Copy word for word, please, the lines of the entries below running from the one containing "hold separators, quotes" to the one containing "REQUIRE(file.open(QIODevice::WriteOnly));", both ends included.

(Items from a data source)
== Segment start ==

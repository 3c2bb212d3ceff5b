// SPDX-License-Identifier: GPL-3.0-or-later
#include "db/csv.h"

#include <QFile>
#include <QTemporaryDir>

#include "words.h"

using namespace soak;

TEST_CASE("quoted cells hold separators, quotes and line breaks", "[csv]") {
    const auto rows = parseCsv("a,\"b,c\",\"say \"\"d\"\"\"\r\n\"two\nlines\",,x\nlast", ',');
    REQUIRE(rows.size() == 3);
    CHECK(rows[0].cells == QStringList{"a", "b,c", "say \"d\""});
    CHECK(rows[1].cells == QStringList{"two\nlines", "", "x"});
    CHECK(rows[1].line == 2);
    CHECK(rows[2].cells == QStringList{"last"});
    CHECK(rows[2].line == 4);
}

TEST_CASE("an unclosed quote loses nothing", "[csv]") {
    const auto rows = parseCsv("a;\"b;c\nd", ';');
    REQUIRE(rows.size() == 1);
    CHECK(rows[0].cells == QStringList{"a", "b;c\nd"});
}

TEST_CASE("text is read from UTF-8 with and without mark, UTF-16 and Latin-1", "[csv]") {
    const QString word = QString::fromUtf8("Stück");
    CHECK(decodeText(word.toUtf8()) == word);
    CHECK(decodeText("\xEF\xBB\xBF" + word.toUtf8()) == word);
    CHECK(decodeText(word.toLatin1()) == word);
    CHECK(decodeText(QByteArray("\xFF\xFE"
                                "a\0b\0",
                                6)) == "ab");
}

TEST_CASE("a table with a ragged row is refused with its line", "[csv]") {
    QTemporaryDir folder;
    QFile file(folder.filePath("t.csv"));
    REQUIRE(file.open(QIODevice::WriteOnly));
    file.write("id,x\n1,2\n\n3\n");
    file.close();
    CHECK_THAT(refusal(CsvTable::read(file.fileName(), {"id"})), Catch::Contains("t.csv line 4: 1 cells"));
    CHECK_THAT(refusal(CsvTable::read(file.fileName() + "x", {"id"})), Catch::Contains("cannot be read"));
}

== Segment end ==

* _REPLY TO THE TASK_:
TEST_CASE("quoted cells hold separators, quotes and line breaks", "[csv]") {
    const auto rows = parseCsv("a,\"b,c\",\"say \"\"d\"\"\"\r\n\"two\nlines\",,x\nlast", ',');
    REQUIRE(rows.size() == 3);
    CHECK(rows[0].cells == QStringList{"a", "b,c", "say \"d\""});
    CHECK(rows[1].cells == QStringList{"two\nlines", "", "x"});
    CHECK(rows[1].line == 2);
    CHECK(rows[2].cells == QStringList{"last"});
    CHECK(rows[2].line == 4);
}

TEST_CASE("an unclosed quote loses nothing", "[csv]") {
    const auto rows = parseCsv("a;\"b;c\nd", ';');
    REQUIRE(rows.size() == 1);
    CHECK(rows[0].cells == QStringList{"a", "b;c\nd"});
}

TEST_CASE("text is read from UTF-8 with and without mark, UTF-16 and Latin-1", "[csv]") {
    const QString word = QString::fromUtf8("Stück");
    CHECK(decodeText(word.toUtf8()) == word);
    CHECK(decodeText("\xEF\xBB\xBF" + word.toUtf8()) == word);
    CHECK(decodeText(word.toLatin1()) == word);
    CHECK(decodeText(QByteArray("\xFF\xFE"
                                "a\0b\0",
                                6)) == "ab");
}

TEST_CASE("a table with a ragged row is refused with its line", "[csv]") {
    QTemporaryDir folder;
    QFile file(folder.filePath("t.csv"));
    REQUIRE(file.open(QIODevice::WriteOnly));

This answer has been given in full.